"""
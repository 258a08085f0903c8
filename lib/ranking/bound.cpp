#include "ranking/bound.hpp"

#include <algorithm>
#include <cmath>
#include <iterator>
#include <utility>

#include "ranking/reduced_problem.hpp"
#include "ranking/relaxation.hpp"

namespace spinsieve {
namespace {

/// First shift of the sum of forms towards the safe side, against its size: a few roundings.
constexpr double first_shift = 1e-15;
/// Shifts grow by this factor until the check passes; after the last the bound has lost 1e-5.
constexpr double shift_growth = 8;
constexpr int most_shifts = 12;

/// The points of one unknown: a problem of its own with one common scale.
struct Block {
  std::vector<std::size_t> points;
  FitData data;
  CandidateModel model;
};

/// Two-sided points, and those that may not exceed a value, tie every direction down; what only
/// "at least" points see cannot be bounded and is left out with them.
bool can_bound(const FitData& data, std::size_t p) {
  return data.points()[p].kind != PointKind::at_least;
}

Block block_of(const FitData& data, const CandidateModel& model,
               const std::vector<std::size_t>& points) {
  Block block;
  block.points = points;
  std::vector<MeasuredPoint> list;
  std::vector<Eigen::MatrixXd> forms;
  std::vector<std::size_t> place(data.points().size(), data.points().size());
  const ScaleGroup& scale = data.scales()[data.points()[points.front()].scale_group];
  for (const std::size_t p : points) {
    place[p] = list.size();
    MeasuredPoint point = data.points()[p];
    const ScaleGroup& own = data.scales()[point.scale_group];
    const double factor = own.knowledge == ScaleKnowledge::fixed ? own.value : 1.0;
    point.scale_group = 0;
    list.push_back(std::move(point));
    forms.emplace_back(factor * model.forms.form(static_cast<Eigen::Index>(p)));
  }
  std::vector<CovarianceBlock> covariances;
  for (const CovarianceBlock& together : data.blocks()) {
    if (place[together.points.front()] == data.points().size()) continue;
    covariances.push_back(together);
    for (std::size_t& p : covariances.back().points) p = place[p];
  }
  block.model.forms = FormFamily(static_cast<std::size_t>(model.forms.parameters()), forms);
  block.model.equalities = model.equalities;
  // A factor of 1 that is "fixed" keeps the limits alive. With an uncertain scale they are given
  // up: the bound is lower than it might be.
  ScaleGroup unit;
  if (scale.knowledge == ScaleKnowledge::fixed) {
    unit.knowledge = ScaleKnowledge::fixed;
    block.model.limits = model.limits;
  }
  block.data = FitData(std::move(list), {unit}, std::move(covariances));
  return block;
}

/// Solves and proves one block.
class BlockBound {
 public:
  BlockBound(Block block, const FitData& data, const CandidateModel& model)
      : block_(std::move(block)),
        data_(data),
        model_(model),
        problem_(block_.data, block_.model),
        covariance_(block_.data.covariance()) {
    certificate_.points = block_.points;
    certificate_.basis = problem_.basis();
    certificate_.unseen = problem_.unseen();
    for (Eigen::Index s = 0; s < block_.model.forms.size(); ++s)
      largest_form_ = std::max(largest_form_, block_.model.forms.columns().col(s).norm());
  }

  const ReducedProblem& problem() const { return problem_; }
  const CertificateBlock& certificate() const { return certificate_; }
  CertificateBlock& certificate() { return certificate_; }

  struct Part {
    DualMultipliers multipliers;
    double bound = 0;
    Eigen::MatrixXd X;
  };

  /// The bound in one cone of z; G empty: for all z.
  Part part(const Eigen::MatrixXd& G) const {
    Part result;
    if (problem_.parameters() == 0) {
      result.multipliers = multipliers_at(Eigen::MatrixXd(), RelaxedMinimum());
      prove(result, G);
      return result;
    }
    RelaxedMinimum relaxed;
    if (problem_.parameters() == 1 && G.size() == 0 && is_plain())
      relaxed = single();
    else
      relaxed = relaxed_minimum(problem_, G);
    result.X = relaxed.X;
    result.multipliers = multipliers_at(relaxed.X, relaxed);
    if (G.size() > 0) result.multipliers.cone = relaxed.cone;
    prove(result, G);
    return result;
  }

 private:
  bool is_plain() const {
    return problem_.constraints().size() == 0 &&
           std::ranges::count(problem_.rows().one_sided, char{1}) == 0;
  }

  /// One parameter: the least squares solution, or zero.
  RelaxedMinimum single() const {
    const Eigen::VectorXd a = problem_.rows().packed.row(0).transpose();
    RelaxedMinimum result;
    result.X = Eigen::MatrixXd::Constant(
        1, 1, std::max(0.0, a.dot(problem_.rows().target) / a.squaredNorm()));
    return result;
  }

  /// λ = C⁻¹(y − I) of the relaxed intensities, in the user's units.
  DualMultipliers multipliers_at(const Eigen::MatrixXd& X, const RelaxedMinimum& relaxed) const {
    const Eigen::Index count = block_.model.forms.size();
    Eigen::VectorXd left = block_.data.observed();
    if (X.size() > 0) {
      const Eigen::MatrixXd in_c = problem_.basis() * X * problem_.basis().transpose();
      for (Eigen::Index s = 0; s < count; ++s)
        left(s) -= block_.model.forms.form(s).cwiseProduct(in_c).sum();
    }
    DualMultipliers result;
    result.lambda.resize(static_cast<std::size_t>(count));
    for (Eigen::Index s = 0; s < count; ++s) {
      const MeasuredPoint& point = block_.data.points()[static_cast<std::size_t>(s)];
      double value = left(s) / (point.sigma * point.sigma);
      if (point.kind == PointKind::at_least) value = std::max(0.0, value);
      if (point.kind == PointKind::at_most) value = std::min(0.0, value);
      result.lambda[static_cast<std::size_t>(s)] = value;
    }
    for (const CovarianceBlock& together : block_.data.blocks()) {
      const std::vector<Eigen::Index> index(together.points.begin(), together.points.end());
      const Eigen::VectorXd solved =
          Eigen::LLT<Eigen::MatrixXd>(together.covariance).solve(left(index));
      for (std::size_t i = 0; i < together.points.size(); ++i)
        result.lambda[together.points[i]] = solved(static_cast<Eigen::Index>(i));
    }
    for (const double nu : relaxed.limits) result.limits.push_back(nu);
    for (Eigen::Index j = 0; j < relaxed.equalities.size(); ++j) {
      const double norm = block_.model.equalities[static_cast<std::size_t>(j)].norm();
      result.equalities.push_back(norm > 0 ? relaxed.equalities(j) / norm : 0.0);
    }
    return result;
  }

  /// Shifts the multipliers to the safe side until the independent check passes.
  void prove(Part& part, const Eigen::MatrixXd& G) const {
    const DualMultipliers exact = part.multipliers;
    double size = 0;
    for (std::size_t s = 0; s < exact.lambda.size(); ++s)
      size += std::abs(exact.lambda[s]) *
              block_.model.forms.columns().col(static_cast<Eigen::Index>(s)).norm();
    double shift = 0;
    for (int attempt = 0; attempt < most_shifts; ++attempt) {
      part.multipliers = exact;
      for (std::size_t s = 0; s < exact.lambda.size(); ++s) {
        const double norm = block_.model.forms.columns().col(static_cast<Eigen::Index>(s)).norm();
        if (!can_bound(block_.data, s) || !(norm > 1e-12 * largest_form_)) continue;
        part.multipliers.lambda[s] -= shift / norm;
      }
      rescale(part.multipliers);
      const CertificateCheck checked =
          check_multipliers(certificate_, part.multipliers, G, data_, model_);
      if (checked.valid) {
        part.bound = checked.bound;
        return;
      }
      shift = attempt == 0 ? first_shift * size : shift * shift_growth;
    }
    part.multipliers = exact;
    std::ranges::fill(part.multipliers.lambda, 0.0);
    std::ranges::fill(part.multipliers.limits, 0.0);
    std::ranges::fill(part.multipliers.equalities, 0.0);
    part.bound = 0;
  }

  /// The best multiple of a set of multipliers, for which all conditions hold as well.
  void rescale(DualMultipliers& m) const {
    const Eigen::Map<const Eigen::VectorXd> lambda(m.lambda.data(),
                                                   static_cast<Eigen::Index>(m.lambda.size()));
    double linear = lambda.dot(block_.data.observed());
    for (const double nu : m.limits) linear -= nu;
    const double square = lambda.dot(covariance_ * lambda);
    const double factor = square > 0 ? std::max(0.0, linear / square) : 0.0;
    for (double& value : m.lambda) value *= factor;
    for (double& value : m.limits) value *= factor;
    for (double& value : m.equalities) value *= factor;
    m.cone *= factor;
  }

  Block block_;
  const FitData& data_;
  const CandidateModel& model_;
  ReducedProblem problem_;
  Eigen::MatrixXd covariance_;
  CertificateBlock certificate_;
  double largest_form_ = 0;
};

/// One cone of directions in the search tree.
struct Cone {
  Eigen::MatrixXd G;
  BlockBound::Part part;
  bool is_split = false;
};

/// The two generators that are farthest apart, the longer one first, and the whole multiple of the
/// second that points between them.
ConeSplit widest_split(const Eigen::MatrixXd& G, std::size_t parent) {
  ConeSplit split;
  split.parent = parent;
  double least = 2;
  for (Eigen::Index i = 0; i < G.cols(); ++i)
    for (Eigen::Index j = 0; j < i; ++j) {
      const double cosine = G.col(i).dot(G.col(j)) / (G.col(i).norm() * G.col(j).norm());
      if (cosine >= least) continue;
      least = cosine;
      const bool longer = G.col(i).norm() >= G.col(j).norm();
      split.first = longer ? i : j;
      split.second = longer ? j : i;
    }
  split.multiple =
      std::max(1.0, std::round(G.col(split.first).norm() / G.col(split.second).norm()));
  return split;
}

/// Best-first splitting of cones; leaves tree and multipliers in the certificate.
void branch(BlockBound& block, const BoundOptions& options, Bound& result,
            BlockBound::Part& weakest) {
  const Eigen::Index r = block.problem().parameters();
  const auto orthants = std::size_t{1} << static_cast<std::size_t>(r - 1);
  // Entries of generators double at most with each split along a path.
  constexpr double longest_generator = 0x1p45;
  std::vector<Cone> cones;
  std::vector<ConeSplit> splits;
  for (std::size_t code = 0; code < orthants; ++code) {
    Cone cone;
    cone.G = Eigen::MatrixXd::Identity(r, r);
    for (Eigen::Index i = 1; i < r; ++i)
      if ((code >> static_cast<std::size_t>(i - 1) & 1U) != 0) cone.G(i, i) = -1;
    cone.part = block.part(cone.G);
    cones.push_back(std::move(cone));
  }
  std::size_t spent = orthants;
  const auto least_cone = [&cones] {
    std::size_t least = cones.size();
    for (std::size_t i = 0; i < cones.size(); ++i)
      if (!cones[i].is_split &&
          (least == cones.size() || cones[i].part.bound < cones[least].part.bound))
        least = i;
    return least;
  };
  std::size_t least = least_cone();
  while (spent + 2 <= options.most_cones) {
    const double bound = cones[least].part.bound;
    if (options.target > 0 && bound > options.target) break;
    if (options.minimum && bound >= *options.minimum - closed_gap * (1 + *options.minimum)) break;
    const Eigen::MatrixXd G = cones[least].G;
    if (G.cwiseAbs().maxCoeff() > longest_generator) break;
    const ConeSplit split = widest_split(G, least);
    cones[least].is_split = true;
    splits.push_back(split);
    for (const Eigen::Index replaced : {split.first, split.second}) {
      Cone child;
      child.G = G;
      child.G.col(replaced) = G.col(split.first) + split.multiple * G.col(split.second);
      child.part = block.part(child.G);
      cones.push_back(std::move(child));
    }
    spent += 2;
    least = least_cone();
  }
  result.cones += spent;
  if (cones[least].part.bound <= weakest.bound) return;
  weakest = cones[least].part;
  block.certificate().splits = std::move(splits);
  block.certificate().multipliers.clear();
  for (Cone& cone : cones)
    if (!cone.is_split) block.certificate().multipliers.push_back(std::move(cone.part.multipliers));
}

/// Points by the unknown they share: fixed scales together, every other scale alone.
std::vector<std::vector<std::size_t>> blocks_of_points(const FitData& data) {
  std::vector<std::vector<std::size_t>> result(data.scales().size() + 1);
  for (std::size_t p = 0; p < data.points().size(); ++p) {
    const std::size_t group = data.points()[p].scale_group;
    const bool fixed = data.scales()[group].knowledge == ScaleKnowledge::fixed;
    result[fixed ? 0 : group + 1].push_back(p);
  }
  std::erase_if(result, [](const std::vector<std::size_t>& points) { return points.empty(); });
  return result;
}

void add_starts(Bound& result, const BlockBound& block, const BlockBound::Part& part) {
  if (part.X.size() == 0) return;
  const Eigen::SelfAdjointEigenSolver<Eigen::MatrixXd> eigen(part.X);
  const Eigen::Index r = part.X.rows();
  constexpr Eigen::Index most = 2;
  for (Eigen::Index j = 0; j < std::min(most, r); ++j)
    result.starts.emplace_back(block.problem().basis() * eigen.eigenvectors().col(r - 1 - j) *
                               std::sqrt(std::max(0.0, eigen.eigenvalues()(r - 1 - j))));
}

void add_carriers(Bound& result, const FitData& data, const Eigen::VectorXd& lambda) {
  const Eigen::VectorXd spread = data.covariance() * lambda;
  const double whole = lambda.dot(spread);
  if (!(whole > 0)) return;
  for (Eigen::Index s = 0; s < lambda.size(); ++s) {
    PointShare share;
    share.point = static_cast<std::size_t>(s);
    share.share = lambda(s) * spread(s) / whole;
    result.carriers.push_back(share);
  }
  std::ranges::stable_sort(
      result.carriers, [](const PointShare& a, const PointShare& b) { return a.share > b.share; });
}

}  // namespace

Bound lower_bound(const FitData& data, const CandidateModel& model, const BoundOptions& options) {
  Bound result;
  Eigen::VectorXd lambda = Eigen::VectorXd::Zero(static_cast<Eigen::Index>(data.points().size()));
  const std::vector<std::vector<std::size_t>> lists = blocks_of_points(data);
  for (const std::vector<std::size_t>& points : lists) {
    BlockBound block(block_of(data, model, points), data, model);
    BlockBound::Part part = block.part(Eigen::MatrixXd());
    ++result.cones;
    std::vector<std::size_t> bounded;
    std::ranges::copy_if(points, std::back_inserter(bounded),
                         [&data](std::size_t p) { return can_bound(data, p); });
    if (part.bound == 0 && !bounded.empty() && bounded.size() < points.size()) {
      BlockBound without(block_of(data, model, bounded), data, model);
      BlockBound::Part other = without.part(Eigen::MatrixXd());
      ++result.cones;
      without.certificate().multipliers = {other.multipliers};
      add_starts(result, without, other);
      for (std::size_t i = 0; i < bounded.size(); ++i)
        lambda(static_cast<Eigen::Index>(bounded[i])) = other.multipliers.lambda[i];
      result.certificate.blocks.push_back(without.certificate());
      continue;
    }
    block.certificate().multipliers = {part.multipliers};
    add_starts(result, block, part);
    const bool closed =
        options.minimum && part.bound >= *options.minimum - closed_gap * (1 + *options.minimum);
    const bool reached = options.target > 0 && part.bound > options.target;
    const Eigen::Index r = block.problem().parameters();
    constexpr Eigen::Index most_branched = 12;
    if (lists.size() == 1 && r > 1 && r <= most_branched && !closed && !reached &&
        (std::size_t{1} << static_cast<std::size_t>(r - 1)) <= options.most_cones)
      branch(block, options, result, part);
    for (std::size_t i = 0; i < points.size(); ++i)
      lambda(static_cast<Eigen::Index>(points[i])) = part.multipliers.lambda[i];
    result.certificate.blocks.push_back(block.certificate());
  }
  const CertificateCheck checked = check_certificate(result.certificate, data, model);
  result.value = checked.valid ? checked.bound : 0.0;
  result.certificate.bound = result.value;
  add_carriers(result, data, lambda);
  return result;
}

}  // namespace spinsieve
"""
"""
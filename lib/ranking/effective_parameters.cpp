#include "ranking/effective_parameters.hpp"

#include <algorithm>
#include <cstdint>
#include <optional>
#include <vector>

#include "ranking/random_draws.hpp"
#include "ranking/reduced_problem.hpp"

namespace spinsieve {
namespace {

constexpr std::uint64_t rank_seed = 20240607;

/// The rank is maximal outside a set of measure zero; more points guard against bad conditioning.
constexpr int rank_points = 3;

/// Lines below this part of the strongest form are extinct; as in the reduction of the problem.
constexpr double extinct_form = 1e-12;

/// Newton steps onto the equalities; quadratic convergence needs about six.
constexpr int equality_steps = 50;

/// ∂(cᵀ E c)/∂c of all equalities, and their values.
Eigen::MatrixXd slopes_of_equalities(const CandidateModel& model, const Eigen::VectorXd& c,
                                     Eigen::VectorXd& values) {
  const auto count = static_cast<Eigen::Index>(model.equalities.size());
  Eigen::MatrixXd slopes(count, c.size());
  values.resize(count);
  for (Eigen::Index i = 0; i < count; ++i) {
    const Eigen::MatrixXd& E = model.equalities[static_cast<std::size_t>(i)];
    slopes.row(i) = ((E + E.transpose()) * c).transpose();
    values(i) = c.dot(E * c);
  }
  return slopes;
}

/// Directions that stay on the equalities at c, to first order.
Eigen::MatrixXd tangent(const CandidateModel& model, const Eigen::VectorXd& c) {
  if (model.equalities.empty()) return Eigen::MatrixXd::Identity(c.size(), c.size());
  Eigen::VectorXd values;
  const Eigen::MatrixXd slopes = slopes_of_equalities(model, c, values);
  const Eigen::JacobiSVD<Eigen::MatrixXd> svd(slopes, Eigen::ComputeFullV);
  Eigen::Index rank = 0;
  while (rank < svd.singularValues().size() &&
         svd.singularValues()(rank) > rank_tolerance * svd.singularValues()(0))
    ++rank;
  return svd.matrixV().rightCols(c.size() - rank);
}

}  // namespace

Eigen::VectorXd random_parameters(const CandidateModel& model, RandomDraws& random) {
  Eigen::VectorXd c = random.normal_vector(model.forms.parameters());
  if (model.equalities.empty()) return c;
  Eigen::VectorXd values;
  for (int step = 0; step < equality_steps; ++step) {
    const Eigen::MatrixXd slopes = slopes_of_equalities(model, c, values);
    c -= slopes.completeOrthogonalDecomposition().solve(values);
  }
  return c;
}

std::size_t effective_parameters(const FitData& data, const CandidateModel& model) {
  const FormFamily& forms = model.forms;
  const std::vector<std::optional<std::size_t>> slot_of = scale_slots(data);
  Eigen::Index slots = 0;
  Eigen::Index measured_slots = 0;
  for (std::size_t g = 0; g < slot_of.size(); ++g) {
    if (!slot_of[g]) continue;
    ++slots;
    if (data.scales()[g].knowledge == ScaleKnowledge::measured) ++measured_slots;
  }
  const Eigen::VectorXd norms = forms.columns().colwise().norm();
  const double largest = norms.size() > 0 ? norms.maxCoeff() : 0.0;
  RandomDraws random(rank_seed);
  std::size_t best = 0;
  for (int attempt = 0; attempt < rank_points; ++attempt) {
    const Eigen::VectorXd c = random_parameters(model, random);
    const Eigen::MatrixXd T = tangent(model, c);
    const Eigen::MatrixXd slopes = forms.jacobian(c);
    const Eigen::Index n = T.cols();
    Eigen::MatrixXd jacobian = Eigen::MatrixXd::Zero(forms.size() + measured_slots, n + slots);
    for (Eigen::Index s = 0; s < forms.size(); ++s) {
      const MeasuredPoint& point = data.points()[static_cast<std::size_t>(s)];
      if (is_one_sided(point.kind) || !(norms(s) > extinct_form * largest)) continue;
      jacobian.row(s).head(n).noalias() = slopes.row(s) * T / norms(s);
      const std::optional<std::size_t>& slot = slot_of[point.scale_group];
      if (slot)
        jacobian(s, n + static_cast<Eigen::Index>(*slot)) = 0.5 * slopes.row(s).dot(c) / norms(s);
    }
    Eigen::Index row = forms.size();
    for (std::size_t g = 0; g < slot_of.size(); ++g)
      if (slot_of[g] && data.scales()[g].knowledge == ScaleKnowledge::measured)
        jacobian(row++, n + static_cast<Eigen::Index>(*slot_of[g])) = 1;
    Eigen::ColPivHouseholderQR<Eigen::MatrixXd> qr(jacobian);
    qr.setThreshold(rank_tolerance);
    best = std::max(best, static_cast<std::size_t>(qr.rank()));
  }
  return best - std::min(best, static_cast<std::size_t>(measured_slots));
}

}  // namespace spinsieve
"""
WHAT TO PRODUCE
If a line in the entries includes the word "target", copy that line out.

ANSWER AREA
        1, 1, std::max(0.0, a.dot(problem_.rows().target) / a.squaredNorm()));
    if (options.target > 0 && bound > options.target) break;
    const bool reached = options.target > 0 && part.bound > options.target;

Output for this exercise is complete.